BUTTER BING, BUTTER BOOM! 💥

By Alia Midoun

Spiced Cashew Chicken

INGREDIENTS:

-6 pieces bone in chicken, fat trimmed and skin removed ( I prefer thighs or a mix of thighs and drums)

-2 medium tomatoes finely diced (can use canned)

-1 large onion minced

-3-4 cloves of garlic minced

-1 heaping tbsp of three nuts spiced cashew butter

-1 cup of chicken broth 

-1 tbsp olive oil or neutral oil

-1/2 tsp cayenne or more to your preference

-salt and black pepper

 

STEPS:

  1. Salt and pepper chicken. Heat oil in a large flat bottomed pan and brown chicken on both sides until lightly golden.

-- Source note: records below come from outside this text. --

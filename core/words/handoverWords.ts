import { listed, plural } from './plain.ts';

/** What the panel says where results are handed over, and what it writes into the sheet around numbers. */
export const handoverWords = {
  title: 'Hand it over',
  lead: 'Put the result into the workbook: it stays there for a colleague, a reviewer or an auditor.',
  kind: {
    block: 'Live block',
    charts: 'Charts',
    card: 'Result card',
    workings: 'Workings',
  },
  about: {
    block: 'Constants, line, sentence and checks as formulas. Readings typed below come in by themselves.',
    charts: 'The straight axes and the curve with its band, as charts of the spreadsheet program.',
    card: 'One page with the constant in large type, to print or to send.',
    workings: 'Every step in ordinary formulas, for an audit without the add-in.',
  },
  place: {
    block: 'Write live block',
    charts: 'Draw charts',
    card: 'Write result card',
    workings: 'Write workings',
  },
  where: 'Top left cell',
  whereAuto: 'right of the readings',
  whereSelected: 'Take the selected cell',
  whereWrong: (text: string): string => `'${text}' is not a cell: type one such as F5 or Sheet1!F5.`,
  constant: 'Constant in large type',
  written: (what: string, place: string): string => `${what} written to ${place}.`,
  occupied: (cells: number, area: string): string =>
    `${plural(cells, 'cell')} in ${area} ${cells === 1 ? 'is' : 'are'} not empty. Overwrite ${cells === 1 ? 'it' : 'them'}? “Take back” puts ${cells === 1 ? 'it' : 'them'} back.`,
  overwrite: 'Overwrite',
  keep: 'Leave them',
  kept: 'Nothing was written.',
  placed: 'In the workbook',
  placedAt: (kind: string, place: string): string => `${kind}, ${place}`,
  live: 'live',
  frozen: 'frozen',
  show: 'Show',
  freeze: 'Freeze',
  freezeOf: (what: string): string => `Freeze ${what}: values in place of formulas`,
  thaw: 'Thaw',
  thawOf: (what: string): string => `Thaw ${what}: formulas in place of values`,
  takeBack: 'Take back',
  takeBackOf: (what: string): string => `Take back ${what}`,
  frozenNow: (what: string): string => `${what}: values now stand in place of the formulas.`,
  thawedNow: (what: string): string => `${what}: the formulas are back and follow the readings.`,
  takenBack: (what: string): string => `${what} is taken back.`,
  movedAway: (): string =>
    'Rows or columns were moved since this was frozen, so its formulas would point to the wrong cells. Take it back and write it anew.',
  others: (cells: number, sheet: string): string =>
    `${plural(cells, 'cell')} on the sheet ${sheet} ${cells === 1 ? 'was' : 'were'} added by someone else. Delete the whole sheet all the same?`,
  deleteSheet: 'Delete the sheet',
  leftOut: (positions: readonly number[]): string =>
    `${positions.length === 1 ? 'Reading' : 'Readings'} ${listed(positions.map(String))} ${positions.length === 1 ? 'is' : 'are'} left out for a look only: what is handed over uses every reading in the cells. To leave one out for good, clear its cell or write why beside it.`,
  chartsNeedCurve: (response: string): string =>
    `The law cannot be solved for ${response}, so only the straight axes are drawn.`,

  sheetName: {
    block: 'Tautline result',
    charts: 'Tautline charts',
    card: 'Result',
    workings: 'Workings',
  },

  law: 'Law',
  uncertaintyOf: (name: string): string => `Standard uncertainty of ${name}`,
  known: 'Known constant',
  value: 'value',
  standardUncertainty: 'standard uncertainty',
  option: 'Option',
  constants: 'Constants',
  line: (plot: string, against: string): string => `Line: ${plot} against ${against}`,
  sentence: 'In a sentence',
  straightness: 'How straight',
  checks: 'Checks',
  readingsOf: (y: string, x: string): string => `Readings: ${y} against ${x}`,
  inputs: 'Given (change these cells, and everything below follows)',

  chartData: 'Data of the charts',
  chartAxes: 'Readings on the straight axes (TAUT.AXES)',
  chartPlotted: 'as plotted',
  chartLine: 'Line',
  chartCurve: 'Curve and band (TAUT.Y.AT)',
  chartReadings: 'Readings',
  chartLow: 'Low',
  chartHigh: 'High',
  straightTitle: (plot: string, against: string): string => `${plot} against ${against}`,
  curveTitle: (y: string, x: string): string => `${y} against ${x}`,
  axisTitle: (name: string, unit: string): string => {
    if (unit === '') return name;
    return `${name} / ${/^[^\s/*·()]+$/.test(unit) || /^1\/[^\s/*·()]+$/.test(unit) ? unit : `(${unit})`}`;
  },
  straightAxisTitle: (text: string, units: readonly string[]): string =>
    units.length === 0 ? text : `${text}   (${units.join(', ')})`,
  inUnit: (symbol: string, unit: string): string => `${symbol} in ${unit}`,

  result: 'RESULT',
  measured: (y: string, x: string): string => `${y} against ${x}`,
  interval: (percent: string): readonly [string, string] => [`${percent} % interval: `, ' to '],
  readingsUsed: (y: string, x: string): readonly [string, string, string] => [
    `Readings: ${y} against ${x}; `,
    ' used, ',
    ' set aside',
  ],
  allConstants: 'All constants',
  findings: 'Findings',
  howFound: 'How it was found',
  noFindings: 'Nothing speaks against it.',
  moreFindings: (count: number): string =>
    `The first ${count} findings are shown; the live block has all of them.`,
  lawLine: (equation: string): string => `Law: ${equation}`,
  formLine: (plot: string, against: string, slope: string, intercept: string): string =>
    `Straight form: ${plot} against ${against}; slope = ${slope}, intercept = ${intercept}`,
  footer: (version: string, date: string): string => `Tautline ${version} · ${date}`,
  straightPicture: 'Readings on the straight axes, with the line',
  curvePicture: 'Readings on the original axes, with the curve and its band',
};
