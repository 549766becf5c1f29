import { plural, shown } from './plain.ts';

/** What is said about several series in one call. */
export const seriesWords = {
  keyError: (position: number, error: string): string => `Cell ${position} of key holds the error ${error}.`,
  keysDiffer: (keys: number, count: number): string =>
    `key must have as many cells as x, but it has ${keys} and x has ${count}.`,
  noKeys: (): string => 'key must name at least one series, but all of its cells are blank.',
  setAside: (count: number, first: string): string =>
    count === 1 ? first : `${plural(count, 'reading')} set aside; the first: ${first}`,
  noReadings: (): string => 'There are no readings yet.',
  trialNotShared: (trials: readonly string[]): string =>
    `law must be straight without trial constants to share a slope, but ${trials.join(' and ')} would differ from series to series; give ${trials.length > 1 ? 'their values' : 'its value'} in known.`,
  directNotShared: (): string =>
    'options: fit=direct must be left out, because slopes are shared on the straight axes.',
  bothAxesNotShared: (): string =>
    'u_x must be left out: slopes are compared on the straight axes with errors in y only.',
  noSeries: (first: string): string => `No series can be drawn as a line: ${first}`,
  sharedSlope: (plot: string, against: string, series: number): string =>
    `of ${plot} against ${against}, one slope for ${series === 1 ? 'the one series' : `all ${series} series`}`,
  test: (p: number, level: number): string =>
    !(p >= 0)
      ? 'no test: two series with scatter of their own are needed'
      : p < level
        ? `the slopes differ: so much difference would come by chance with p = ${shown(Number(p.toPrecision(2)))}`
        : `nothing speaks against one slope (p = ${shown(Number(p.toPrecision(2)))})`,
  statistic: (numerator: number, denominator: number): string =>
    `that all slopes are equal, with ${numerator} and ${denominator} degrees of freedom`,
  statisticKnown: (numerator: number): string =>
    `that all slopes are equal, from the stated uncertainties (chi-squared over its ${plural(numerator, 'degree')} of freedom)`,
  ownSlope: (readings: number, constants: string): string =>
    `its own line, ${plural(readings, 'reading')}${constants === '' ? '' : `: ${constants}`}`,
  sharedIntercept: (constants: string): string =>
    `with the shared slope${constants === '' ? '' : `: ${constants}`}`,
  constant: (name: string, value: number): string => `${name} = ${shown(value)}`,
};
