import { plural, shown } from './plain.ts';

export interface StraightName {
  readonly plot: string;
  readonly against: string;
  readonly readings: number;
  readonly slope: number;
  readonly intercept: number;
  readonly bowPercent: number;
}

export interface ResidualName {
  readonly plot: string;
  readonly readings: number;
  readonly standardDeviation: number;
  /** Position of the reading farthest from the line. */
  readonly farthest: number;
}

/** What the plots say to those who do not see them, and of a reading that is picked. */
export const plotWords = {
  straight: ({ plot, against, readings, slope, intercept, bowPercent }: StraightName): string =>
    `${plot} against ${against}: ${plural(readings, 'reading')} and the line with slope ${shown(slope)} and intercept ${shown(intercept)}${
      Number.isFinite(bowPercent) ? `, bow ${shown(Number(bowPercent.toPrecision(3)))} %` : ''
    }.`,
  residual: ({ plot, readings, standardDeviation, farthest }: ResidualName): string =>
    `What the line leaves of ${plot} at ${plural(readings, 'reading')}${
      Number.isFinite(standardDeviation)
        ? `, residual standard deviation ${shown(Number(standardDeviation.toPrecision(3)))}`
        : ''
    }; reading ${farthest} lies farthest from the line.`,
  residualAxis: (plot: string): string => `residual of ${plot}`,
  curve: (readings: number, equation: string, probability: number, band: 'curve' | 'reading'): string =>
    `${plural(readings, 'reading')} and the curve ${equation} with its ${shown(100 * probability)} % band for ${
      band === 'curve' ? 'the curve' : 'a new reading'
    }.`,
  keys: 'Arrow keys step through the readings.',
  picked: (position: number, x: number, y: number): string => `Reading ${position}: ${shown(x)}, ${shown(y)}`,
  logarithmic: 'logarithmic vertical axis',
};
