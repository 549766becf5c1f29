import { powerOfTen } from '../words/plain.ts';

/** How numbers of one result are written: places after the point, and a power of ten taken out (0 for none). */
export interface Rounding {
  readonly decimals: number;
  readonly exponent: number;
}

/** Sizes between which numbers are written without a power of ten. */
const LEAST_PLAIN = -4;
const MOST_PLAIN = 6;

/**
 * Rounds an uncertainty to two significant digits and the value with it to the same decimal place.
 * @param value finite
 * @param standardUncertainty 0 or above; 0 and NaN give six significant digits of the value
 * @see JCGM 100:2008, 7.2.6
 */
export function roundingFor(value: number, standardUncertainty: number): Rounding {
  const certain = !(standardUncertainty > 0 && Number.isFinite(standardUncertainty));
  const last = certain ? exponentOf(value, 6) - 5 : exponentOf(standardUncertainty, 2) - 1;
  const size = Math.max(exponentOf(value, 6), last);
  const exponent = size < LEAST_PLAIN || size > MOST_PLAIN || last > 0 ? size : 0;
  return { decimals: Math.min(100, Math.max(0, exponent - last)), exponent };
}

/** A number written by a rounding, its power of ten left to `withPower`. */
export function rounded(value: number, { decimals, exponent }: Rounding): string {
  const scaled =
    exponent === 0 ? value : Number(`${value}e${-exponent}`.replace(/e(.*)e(.*)/, joinExponents));
  const text = scaled.toFixed(decimals);
  // Rounding may leave a zero that is not negative.
  return (Number(text) === 0 ? text.replace('-', '') : text).replace('-', '−');
}

/** `0.0412(13)`: the uncertainty's two digits refer to the last digits of the value. */
export function bracketForm(value: number, standardUncertainty: number): string {
  const rounding = roundingFor(value, standardUncertainty);
  const { decimals } = rounding;
  const digits = rounded(standardUncertainty, rounding);
  // Digits of the uncertainty in units of the last place, or with its own point when it reaches beyond 1.
  const inBrackets = Number(digits) >= 1 && decimals > 0 ? digits : digits.replace(/^0\.0*/, '');
  return withPower(`${rounded(value, rounding)}(${inBrackets})`, rounding);
}

/** A text with the power of ten of its rounding, if there is one: `1.2 × 10⁻⁹`. */
export function withPower(text: string, { exponent }: Rounding): string {
  return exponent === 0 ? text : `${text} × ${powerOfTen(exponent)}`;
}

/** The decimal exponent of a number once it is rounded to some significant digits; 0 for 0. */
function exponentOf(value: number, digits: number): number {
  if (value === 0 || !Number.isFinite(value)) return 0;
  return Number(value.toExponential(digits - 1).split('e')[1]);
}

/** `1.5e-7` and a further power: exponents add up, so that no digit is lost to a multiplication. */
function joinExponents(_whole: string, first: string, second: string): string {
  return `e${Number(first) + Number(second)}`;
}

No need to cook all the way through. remove and set aside.
  2. There should still be plenty of oil in the pan. Next add onion and cook for 5 mins or so, until translucent. then add garlic and stir for another minute or so until fragrant.
  3. Add diced tomatoes and cook for a minute or so, then add spiced cashew butter, stirring to make sure it does not stick.
  4. Once the cashew butter is incorporated into the mixture add in the chicken broth and bring to a low boil. Add salt and pepper to taste.
  5. Return chicken pieces to the pan and spoon sauce over top. Reduce heat to a low simmer and cover with a lid. Cook for a minimum of 40 minutes, up to 1 hour.
  6. Remove from heat and let cool for a few minutes. Serve over fresh steamed short grained white rice.